● **WHAT YOU WILL DO**
Where a line in the entries below contains the word "shown", count it. Return the total alone.

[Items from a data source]

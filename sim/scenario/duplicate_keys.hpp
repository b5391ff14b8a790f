#pragma once
// YAML itself forbids repeated keys in a mapping, but yaml-cpp accepts them and lookups silently
// see only the first: a repeated key is reported here, at its second occurrence.

#include <yaml-cpp/yaml.h>

#include <string>

#include "sim/scenario/diagnostics.hpp"

namespace larder {

/// Reports every key that appears twice in one mapping anywhere under `root` (message
/// "duplicate key 'k' in <path>", hint naming the line of the first). Aliased nodes are visited
/// once.
void report_duplicate_keys(const YAML::Node& root, const std::string& file, Diagnostics& diag);

}  // namespace larder
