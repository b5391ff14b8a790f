#include "sim/scenario/diagnostics.hpp"

#include <fmt/format.h>

#include <string_view>

namespace larder {

void Diagnostics::error(Location where, std::string message, std::string hint) {
  if (items_.size() >= kMaxKept) {
    ++dropped_;
    dropped_file_ = std::move(where.file);
    return;
  }
  items_.push_back({std::move(where), std::move(message), std::move(hint)});
}

void Diagnostics::final_error(Location where, std::string message, std::string hint) {
  items_.push_back({std::move(where), std::move(message), std::move(hint)});
}

void Diagnostics::count_dropped(const Diagnostics& other) {
  if (other.dropped_ == 0) return;
  dropped_ += other.dropped_;
  dropped_file_ = other.dropped_file_;
}

namespace {

/// Control characters (a NUL in an id, an escape sequence) shown as \xNN, so a message is one
/// visible line and a NUL never cuts it short.
std::string printable(std::string_view text) {
  std::string out;
  out.reserve(text.size());
  for (const char c : text) {
    const auto b = static_cast<unsigned char>(c);
    if (b < 0x20 || b == 0x7F) {
      out += fmt::format("\\x{:02X}", b);
    } else {
      out += c;
    }
  }
  return out;
}

}  // namespace

std::string format_diagnostic(const Diagnostic& d) {
  std::string out;
  const std::string message = printable(d.message);
  const std::string file = printable(d.where.file);
  if (d.where.line > 0) {
    out = fmt::format("{}:{}:{}: error: {}", file, d.where.line, d.where.column, message);
  } else {
    out = fmt::format("{}: error: {}", file, message);
  }
  if (!d.hint.empty()) out += fmt::format("\n  hint: {}", printable(d.hint));
  return out;
}

std::string Diagnostics::format() const {
  std::string out;
  const auto count_line = [&] {
    Diagnostic more;
    more.where.file = dropped_file_;
    more.message = fmt::format("... and {} more problems", dropped_);
    out += format_diagnostic(more);
    out += '\n';
  };
  for (std::size_t k = 0; k < items_.size(); ++k) {
    if (k == kMaxKept && dropped_ > 0) count_line();
    out += format_diagnostic(items_[k]);
    out += '\n';
  }
  if (dropped_ > 0 && items_.size() <= kMaxKept) count_line();
  return out;
}

InputError::InputError(Diagnostics d) : diagnostics_(std::move(d)), text_(diagnostics_.format()) {}

}  // namespace larder
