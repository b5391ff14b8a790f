#pragma once
// Reading a scenario file (scenario.md) into the typed `Scenario`: strict validation, every
// problem reported at once with file:line:col, unknown and repeated keys rejected.

#include <optional>
#include <string>

#include "sim/scenario/diagnostics.hpp"
#include "sim/scenario/scenario.hpp"

namespace larder {

/// Parses and validates scenario text; every problem goes to `diag` (all at once, never just the
/// first), in file order. Returns a Scenario when diag has no errors. `file_label` names the
/// text in messages and becomes `Scenario::file`. Throws nothing but std::bad_alloc.
std::optional<Scenario> parse_scenario(const std::string& yaml_text, const std::string& file_label,
                                       Diagnostics& diag);

/// Reads a file; throws InputError carrying all diagnostics (a missing/unreadable file is one
/// diagnostic without line).
Scenario load_scenario_file(const std::string& path);

}  // namespace larder
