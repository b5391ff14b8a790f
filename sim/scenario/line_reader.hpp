#pragma once
// Lines of a text input read in blocks, for the streaming CSV readers: `\n` and `\r\n` ends, a
// UTF-8 byte order mark at the start dropped, and lines cut at a maximum length so that a
// binary file without line ends cannot make a reader hold all of it.

#include <cstddef>
#include <istream>
#include <string>
#include <vector>

namespace larder {

class LineReader {
 public:
  /// Longest line kept (bytes); longer lines are cut and flagged.
  static constexpr std::size_t kMaxLine = std::size_t{1} << 20;

  explicit LineReader(std::istream& in);
  /// The next line without its end in `line`; false at the end of the input. `too_long` is set
  /// when the line was longer than kMaxLine (its first kMaxLine bytes are kept).
  bool next(std::string& line, bool& too_long);
  /// 1-based number of the line last returned.
  int line_number() const { return line_number_; }

 private:
  std::streambuf* buf_;
  std::vector<char> block_;
  std::size_t pos_ = 0;
  std::size_t end_ = 0;
  bool eof_ = false;
  int line_number_ = 0;
};

}  // namespace larder
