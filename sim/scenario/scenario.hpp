#pragma once
// The typed scenario: what `load_scenario` builds from a YAML file once, after validation.
// Everything downstream (engine, policies, reports) reads these structs, never YAML, except
// policy parts, which validate their own parameters from `PartSpec::params` (see policies/).

#include <yaml-cpp/yaml.h>

#include <array>
#include <cstdint>
#include <map>
#include <optional>
#include <string>
#include <vector>

#include "sim/drill/drill_spec.hpp"
#include "sim/scenario/diagnostics.hpp"

namespace larder {

inline constexpr int kDaysPerWeek = 7;
/// Weekday names as used in scenario files, Monday first (index 0).
inline constexpr std::array<const char*, kDaysPerWeek> kWeekdayNames = {"mon", "tue", "wed", "thu",
                                                                        "fri", "sat", "sun"};
using WeekdaySet = std::array<bool, kDaysPerWeek>;
inline constexpr WeekdaySet kAllWeekdays = {true, true, true, true, true, true, true};

/// Family of the daily demand count given its mean (model.md, Demand).
enum class DemandFamily : std::uint8_t { poisson, negative_binomial, normal };
const char* to_string(DemandFamily f);

/// What happens to units at the close of their last sellable day (model.md, step 5).
enum class Leftovers : std::uint8_t { discard, salvage, donate, discount_next_day };
const char* to_string(Leftovers l);

/// The demand of one item at a size-1 store.
struct DemandSpec {
  double base = 0.0;  ///< mean per open day at a size-1 store
  std::array<double, kDaysPerWeek> weekday = {1, 1, 1, 1, 1, 1, 1};  ///< multipliers
  DemandFamily family = DemandFamily::poisson;
  /// Spread for negative_binomial and normal: exactly one of cv or dispersion.
  std::optional<double> cv;          ///< variance = (cv * mean)^2
  std::optional<double> dispersion;  ///< k: variance = mean + mean^2 / k
  /// How the day's customers spread over the opening hours: a named profile (intraday_profile.hpp)
  /// or, when `intraday_weights` is not empty, one weight per opening hour.
  std::string intraday = "flat";
  std::vector<double> intraday_weights;
};

/// One level of substitution (model.md, step 3): a customer who finds the item out tries
/// `item` with probability `share`.
struct Substitute {
  int item = 0;  ///< index into Scenario::items
  double share = 0.0;
};

/// `leftovers: discount_next_day`: units kept one extra day as a discounted tier, then disposed
/// of with the fallback disposition.
struct NextDayDiscount {
  double price = 0.0;                       ///< [half the item price]
  Leftovers fallback = Leftovers::discard;  ///< discard, salvage or donate
  double bargain_demand = 0.0;  ///< bargain-only customers, as a share of the item's demand
};

/// Evening markdown: from `from_hour`, units on their last sellable day sell at `price`; with
/// `surplus_only`, only as many of them as the store expects to be left at close (its forecast
/// of the rest of the day, the intraday profile and its stock), the others stay at full price.
struct Markdown {
  int from_hour = 0;    ///< clock hour, after opening and before closing
  double price = 0.0;   ///< [half the item price]
  double uplift = 0.0;  ///< bargain-only customers in markdown hours, as a share of the item's
                        ///< customers in those hours
  bool surplus_only = false;  ///< mark down only the expected surplus of last-day units
};

struct Item {
  std::string id;
  Location where;  ///< the item's mapping in the scenario file (empty for items made in code)
  std::map<std::string, std::string> attributes;
  double price = 0.0;
  double unit_cost = 0.0;
  int shelf_life_days = 1;
  int pack_size = 1;
  std::optional<int> shelf_capacity;  ///< most units on the shelf after a delivery
  Leftovers leftovers = Leftovers::discard;
  std::optional<NextDayDiscount> next_day;  ///< set exactly when leftovers is discount_next_day
  std::optional<Markdown> markdown;
  std::vector<Substitute> substitutes;  ///< shares sum to <= 1
  double salvage_value = 0.0;           ///< per unit leaving by salvage
  double disposal_cost = 0.0;           ///< per wasted unit
  double stockout_penalty = 0.0;        ///< per customer who leaves without buying (g)
  std::optional<double> weight_kg;
  std::optional<double> co2e_kg;  ///< CO2e per unit
  DemandSpec demand;
};

struct Store {
  std::string id;
  Location where;     ///< the store's mapping in the scenario file (empty when generated)
  double size = 1.0;  ///< multiplies every item's base demand
  WeekdaySet open_weekdays = kAllWeekdays;
  std::map<std::string, std::string> attributes;
};

/// A dated demand multiplier or closure (day index from the start of the horizon).
struct CalendarEvent {
  int day = 0;
  double demand = 1.0;
  bool closed = false;
  std::vector<std::string> stores;  ///< empty = every store
};

struct Calendar {
  WeekdaySet open_weekdays = kAllWeekdays;  ///< default for stores that list none
  int open_hour = 8;
  int close_hour = 20;
  std::vector<CalendarEvent> events;
};

struct Horizon {
  int days = 364;
  int warmup_days = 28;
  int start_weekday = 0;                  ///< 0 = Monday
  std::optional<std::string> start_date;  ///< ISO date, sets start_weekday
};

struct Logistics {
  int lead_time_days = 1;
  WeekdaySet delivery_weekdays = kAllWeekdays;
};

/// Random demand multipliers (model.md, Demand): a store-day traffic shock shared by the
/// store's items, and a lognormal AR(1) persistence per store-item. Both have mean 1.
struct DemandShocks {
  double store_traffic_cv = 0.0;  ///< 0 = off
  int persistence_lag = 0;        ///< 1 or 7 days; 0 = off
  double persistence_coefficient = 0.0;
  double persistence_cv = 0.0;  ///< stationary cv of the persistence multiplier

  bool any() const {
    return store_traffic_cv > 0.0 || (persistence_lag > 0 && persistence_cv > 0.0);
  }
};

/// Goodwill erosion after stockouts (model.md): off when sensitivity is 0 (the default).
struct Goodwill {
  double sensitivity = 0.0;
  double half_life_days = 14.0;
};

/// A policy part as written in the scenario: a method name plus its own parameters, which the
/// part validates when it is created from the registry.
struct PartSpec {
  std::string method;
  YAML::Node params;  ///< the mapping (or scalar shorthand) as written
  Location where;
  std::string path;  ///< e.g. "policies[1].quantity", for messages
};

struct PolicySpec {
  std::string name;
  Location where;
  PartSpec forecast;
  PartSpec censoring;
  PartSpec quantity;
  std::vector<PartSpec> adjustments;
  bool observe_intraday = false;  ///< `observe: intraday`: sales by hour and sell-out times
  /// The items as this policy handles their leftovers (`leftovers:` on the policy: disposition,
  /// next-day discount, markdown, salvage value); empty when the policy keeps the items' own.
  std::vector<Item> items;
};

/// A validated scenario (scenario.md).
struct Scenario {
  int format = 1;
  std::string name;
  std::string file;  ///< where it was read from ("<demo>" for the built-in demo)
  std::uint64_t seed = 0;
  bool seed_given = false;  ///< false: seed was drawn at load time and must be printed
  Horizon horizon;
  int replications = 100;
  Calendar calendar;
  std::string currency = "EUR";
  std::vector<Store> stores;
  std::vector<Item> items;
  double fifo_share = 0.5;
  double discount_take_rate = 0.5;  ///< share of customers taking a discounted unit when shown
  Goodwill goodwill;
  DemandShocks shocks;
  Logistics logistics;
  std::vector<PolicySpec> policies;
  int baseline = 0;                ///< index into policies
  std::optional<DrillSpec> drill;  ///< `drill:`: a training exercise (larder drill)

  /// The items as policy `policy` handles their leftovers (its `leftovers:`, else the items).
  const std::vector<Item>& items_of(int policy) const;
  int scored_days() const { return horizon.days - horizon.warmup_days; }
  /// Weekday (0 = Monday) of day index `day`.
  int weekday_of(int day) const { return (horizon.start_weekday + day) % kDaysPerWeek; }
  /// Whether store `s` is open on day `day` (its weekdays and closure events).
  bool is_open(int store, int day) const;
  /// Opening hours per day: the number of hourly time buckets.
  int hours() const { return calendar.close_hour - calendar.open_hour; }
  /// Product of the demand multipliers of events on `day` for store `s` (1 when none).
  double event_multiplier(int store, int day) const;
};

}  // namespace larder
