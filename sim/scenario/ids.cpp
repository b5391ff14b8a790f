#include "sim/scenario/ids.hpp"

#include <fmt/format.h>

namespace larder {

namespace {
bool is_id_char(char c) {
  return (c >= 'a' && c <= 'z') || (c >= 'A' && c <= 'Z') || (c >= '0' && c <= '9') || c == '_' ||
         c == '-' || c == '.';
}
}  // namespace

std::string id_problem(std::string_view text) {
  if (text.empty()) return "must not be empty";
  if (text.size() > kMaxIdLength) {
    return fmt::format(
        "must be at most {} characters (got {}): ids name folders and files, "
        "whose names are limited",
        kMaxIdLength, text.size());
  }
  for (char c : text) {
    if (!is_id_char(c)) return fmt::format("must use only {} (got '{}')", kIdCharacters, text);
  }
  if (text == "." || text == "..") return fmt::format("must not be '{}'", text);
  return {};
}

}  // namespace larder
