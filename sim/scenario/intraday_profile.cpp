#include "sim/scenario/intraday_profile.hpp"

#include <algorithm>
#include <cassert>
#include <cmath>
#include <numeric>

namespace larder {

bool is_intraday_profile(std::string_view name) {
  return std::find(kIntradayProfiles.begin(), kIntradayProfiles.end(), name) !=
         kIntradayProfiles.end();
}

namespace {
/// Relative arrival rate in the hour starting at clock hour `h` for a named profile.
double profile_weight(std::string_view profile, int h) {
  double peak = 0.0;
  if (profile == "morning_peak") peak = 8.5;
  if (profile == "midday_peak") peak = 12.5;
  if (profile == "evening_peak") peak = 17.5;
  if (peak == 0.0) return 1.0;  // flat
  const double z = (h + 0.5 - peak) / 1.5;
  return 1.0 + 2.0 * std::exp(-0.5 * z * z);
}
}  // namespace

std::vector<double> intraday_shares(std::string_view profile, std::span<const double> weights,
                                    int open_hour, int close_hour) {
  assert(close_hour > open_hour);
  std::vector<double> w;
  if (!weights.empty()) {
    assert(static_cast<int>(weights.size()) == close_hour - open_hour);
    w.assign(weights.begin(), weights.end());
  } else {
    for (int h = open_hour; h < close_hour; ++h) w.push_back(profile_weight(profile, h));
  }
  const double total = std::accumulate(w.begin(), w.end(), 0.0);
  assert(total > 0.0);
  for (double& x : w) x /= total;
  return w;
}

std::vector<double> intraday_shares(const Item& item, const Calendar& calendar) {
  return intraday_shares(item.demand.intraday, item.demand.intraday_weights, calendar.open_hour,
                         calendar.close_hour);
}

double elapsed_share(std::span<const double> shares, double hours) {
  double done = 0.0;
  for (size_t h = 0; h < shares.size(); ++h) {
    const double left = hours - static_cast<double>(h);
    if (left <= 0.0) break;
    done += shares[h] * std::min(left, 1.0);
  }
  return std::min(done, 1.0);
}

}  // namespace larder
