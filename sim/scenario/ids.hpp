#pragma once
// Ids and names (scenario, stores, items, policies, attribute keys) end up in folder names and
// CSV files, so they are restricted to a portable character set.

#include <cstddef>
#include <string>
#include <string_view>

namespace larder {

/// What ids may contain, for messages: "letters, digits, '_', '-' and '.'".
inline constexpr std::string_view kIdCharacters = "letters, digits, '_', '-' and '.'";

/// The longest id: a scenario name becomes `larder-out/<name>-class/`, a trainee
/// `drill-<trainee>/`, a policy `allocation-<policy>.html`, within a file system's 255 bytes.
inline constexpr std::size_t kMaxIdLength = 200;

/// Why `text` cannot be an id, as the end of a sentence starting with its path (e.g. "must not be
/// empty"); empty when it is a valid id.
std::string id_problem(std::string_view text);

/// Whether `text` is a valid id: non-empty, only ASCII letters, digits, '_', '-' and '.', and not
/// "." or ".." (which would name another folder).
inline bool is_valid_id(std::string_view text) {
  return id_problem(text).empty();
}

}  // namespace larder
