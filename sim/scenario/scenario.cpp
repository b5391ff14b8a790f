#include "sim/scenario/scenario.hpp"

#include <algorithm>

namespace larder {

const char* to_string(DemandFamily f) {
  switch (f) {
    case DemandFamily::poisson:
      return "poisson";
    case DemandFamily::negative_binomial:
      return "negative_binomial";
    case DemandFamily::normal:
      return "normal";
  }
  return "?";
}

const char* to_string(Leftovers l) {
  switch (l) {
    case Leftovers::discard:
      return "discard";
    case Leftovers::salvage:
      return "salvage";
    case Leftovers::donate:
      return "donate";
    case Leftovers::discount_next_day:
      return "discount_next_day";
  }
  return "?";
}

namespace {
bool applies(const CalendarEvent& e, const std::string& store_id) {
  return e.stores.empty() ||
         std::find(e.stores.begin(), e.stores.end(), store_id) != e.stores.end();
}
}  // namespace

const std::vector<Item>& Scenario::items_of(int policy) const {
  if (policy < 0 || static_cast<size_t>(policy) >= policies.size()) return items;
  const std::vector<Item>& own = policies[static_cast<size_t>(policy)].items;
  return own.empty() ? items : own;
}

bool Scenario::is_open(int store, int day) const {
  const Store& s = stores[static_cast<size_t>(store)];
  if (!s.open_weekdays[static_cast<size_t>(weekday_of(day))]) return false;
  for (const auto& e : calendar.events) {
    if (e.day == day && e.closed && applies(e, s.id)) return false;
  }
  return true;
}

double Scenario::event_multiplier(int store, int day) const {
  double m = 1.0;
  const Store& s = stores[static_cast<size_t>(store)];
  for (const auto& e : calendar.events) {
    if (e.day == day && applies(e, s.id)) m *= e.demand;
  }
  return m;
}

}  // namespace larder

● **EXPECTED ANSWER**
2